The following code example shows how to retrieve `x_train`, `y_train` and `w_train` from the `dataset`:
.. code-block:: Python
# get features and labels
df_train, df_valid = dataset.prepare(
["train", "valid"], col_set=["feature", "label"], data_key=DataHandlerLP.DK_L
)
x_train, y_train = df_train["feature"], df_train["label"]
x_valid, y_valid = df_valid["feature"], df_valid["label"]
# get weights
try:
wdf_train, wdf_valid = dataset.prepare(["train", "valid"], col_set=["weight"], data_key=DataHandlerLP.DK_L)
w_train, w_valid = wdf_train["weight"], wdf_valid["weight"]
except KeyError as e:
w_train = pd.DataFrame(np.ones_like(y_train.values), index=y_train.index)
w_valid = pd.DataFrame(np.ones_like(y_valid.values), index=y_valid.index)
- `predict(self, dataset, **kwargs)`
- Predict test data.
- Parameter:
- `dataset`, ``Qlib``'s ``DatasetH`` type. The usage is similar to the example above.
- Returns:
- Predic results with type: `pandas.Series`.
- `finetune(self, dataset, **kwargs)`
- Finetune the model.
- Parameter:
- `dataset`, ``Qlib``'s ``DatasetH`` type. The usage is similar to the example above.
For other interfaces such as `finetune`, please refer to `Model API <../reference/api.html#module-qlib.model.base>`_.
Example
==================
``Qlib``'s `Model Zoo` includes models such as ``LightGBM``, ``DNN``, ``LSTM``, etc.. These models are treated as the baselines of ``Interday Model``. The following steps show how to run`` LightGBM`` as an independent module.
- Initialize ``Qlib`` with `qlib.init` first, please refer to `Initialization <../start/initialization.html>`_.
- Run the following code to get the `prediction score` `pred_score`
.. code-block:: Python
from qlib.contrib.model.gbdt import LGBModel
from qlib.contrib.data.handler import Alpha158
from qlib.utils import init_instance_by_config, flatten_dict
from qlib.workflow import R
from qlib.workflow.record_temp import SignalRecord, PortAnaRecord
market = "csi300"
benchmark = "SH000300"
data_handler_config = {
"start_time": "2008-01-01",
"end_time": "2020-08-01",
"fit_start_time": "2008-01-01",
"fit_end_time": "2014-12-31",
"instruments": market,
}
task = {
"model": {
"class": "LGBModel",
"module_path": "qlib.contrib.model.gbdt",
"kwargs": {
"loss": "mse",
"colsample_bytree": 0.8879,
"learning_rate": 0.0421,
"subsample": 0.8789,
"lambda_l1": 205.6999,
"lambda_l2": 580.9768,
"max_depth": 8,
"num_leaves": 210,
"num_threads": 20,
},
},
"dataset": {
"class": "DatasetH",
"module_path": "qlib.data.dataset",
"kwargs": {
"handler": {
"class": "Alpha158",
"module_path": "qlib.contrib.data.handler",
"kwargs": data_handler_config,
},
"segments": {
"train": ("2008-01-01", "2014-12-31"),
"valid": ("2015-01-01", "2016-12-31"),
"test": ("2017-01-01", "2020-08-01"),
},
},
},
}
# model initiaiton
model = init_instance_by_config(task["model"])

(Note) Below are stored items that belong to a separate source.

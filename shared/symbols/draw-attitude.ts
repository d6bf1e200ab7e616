import type { AttitudeProperties } from '../items/points'
import { toRadians, type Degrees, type MM } from '../units'
import type { AttitudeCase, AttitudeSymbol } from './definition'
import { attitudes, dipNumeral } from './definitions/attitudes'
import type { DisplayList, Mark } from './display-list'
import { numeralBeside, type NumeralPlace } from './numeral'
import { turnTo } from './paths'
import { placeMarks } from './place-marks'

/** What a plane's drawing depends on. */
export type DrawnPlane = Pick<AttitudeProperties, 'type' | 'strike' | 'dip' | 'overturned'> &
  Partial<Pick<AttitudeProperties, 'undulating' | 'topsKnown'>>

const FURTHEST_FIGURE = 8

/** The symbol of a kind of plane. */
export function attitudeSymbolOf(type: AttitudeProperties['type']): AttitudeSymbol {
  const symbol = attitudes.find((candidate) => candidate.type === type)
  if (!symbol) throw new RangeError(`There is no symbol for ${type}.`)
  return symbol
}

/** Which of its drawings a plane gets. Dips are shown in whole degrees, so they are judged in whole degrees: 89.6 is
 *  drawn vertical rather than as an inclined plane with the figure 90. */
export function attitudeCaseOf(plane: DrawnPlane): AttitudeCase {
  const dip = Math.round(plane.dip)
  if (plane.strike === null || dip === 0) return 'horizontal'
  if (dip === 90) return 'vertical'
  return plane.overturned && attitudeSymbolOf(plane.type).cases.overturned ? 'overturned' : 'inclined'
}

/** Draws a plane at its place. Drawn angle = strike − convergence, clockwise from the drawing's up.
 *  @param convergence of the grid at the place, degrees, clockwise positive */
export function drawAttitude(plane: DrawnPlane, at: MM, convergence: Degrees): DisplayList {
  const marks = planeMarks(plane, at, convergence)
  return [...marks, ...dipFigure(plane, { at, convergence, ink: marks })]
}

/** A plane's symbol without its figure. */
export function planeMarks(plane: DrawnPlane, at: MM, convergence: Degrees): Mark[] {
  const attitudeCase = attitudeCaseOf(plane)
  const symbol = attitudeSymbolOf(plane.type)
  const cases = (plane.undulating && symbol.undulating) || symbol.cases
  const tops = (plane.topsKnown && symbol.topsKnown?.[attitudeCase]) || []
  return placeMarks([...(cases[attitudeCase] ?? []), ...tops], turnTo(drawnStrike(plane, convergence), at))
}

/** Azimuth on the drawing of the symbol's y. A vertical bed's top lies down dip, and up dip where it is overturned: it is
 *  the same plane as the upright one that strikes the other way. Source: facing vector, orientation.md section 1. */
function drawnStrike(plane: DrawnPlane, convergence: Degrees): Degrees {
  const attitudeCase = attitudeCaseOf(plane)
  if (attitudeCase === 'horizontal' || plane.strike === null) return 0
  const facesBack = attitudeCase === 'vertical' && plane.overturned && plane.topsKnown
  return plane.strike - convergence + (facesBack ? 180 : 0)
}

/** The dip's figure, on the down-dip side and clear of ink; none for horizontal and vertical planes, whose symbols say it.
 *  @param turns where the figure may stand instead of straight down dip, degrees from there */
export function dipFigure(
  plane: DrawnPlane,
  { at, convergence, ink, turns }: { at: MM; convergence: Degrees } & Pick<NumeralPlace, 'ink' | 'turns'>,
): Mark[] {
  const attitudeCase = attitudeCaseOf(plane)
  if (attitudeCase === 'horizontal' || attitudeCase === 'vertical') return []
  const downDip = toRadians(drawnStrike(plane, convergence) + 90)
  const away: MM = [Math.sin(downDip), Math.cos(downDip)]
  const place = { from: at, away, ink, furthest: FURTHEST_FIGURE, ...(turns ? { turns } : {}) }
  return [numeralBeside(String(Math.round(plane.dip)), place, { ...dipNumeral, ink: 'black' })]
}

dataset = init_instance_by_config(task["dataset"])
# start exp
with R.start(experiment_name="workflow"):
# train
R.log_params(**flatten_dict(task))
model.fit(dataset)
# prediction
recorder = R.get_recorder()
sr = SignalRecord(model, dataset, recorder)
sr.generate()
.. note::
`Alpha158` is the data handler provided by ``Qlib``, please refer to `Data Handler <data.html#data-handler>`_.
`SignalRecord` is the `Record Template` in ``Qlib``, please refer to `Workflow <recorder.html#record-template>`_.
Also, the above example has been given in ``examples/train_backtest_analyze.ipynb``.
Custom Model
===================
Qlib supports custom models. If users are interested in customizing their own models and integrating the models into ``Qlib``, please refer to `Custom Model Integration <../start/integration.html>`_.
API
===================
Please refer to `Model API <../reference/api.html#module-qlib.model.base>`_.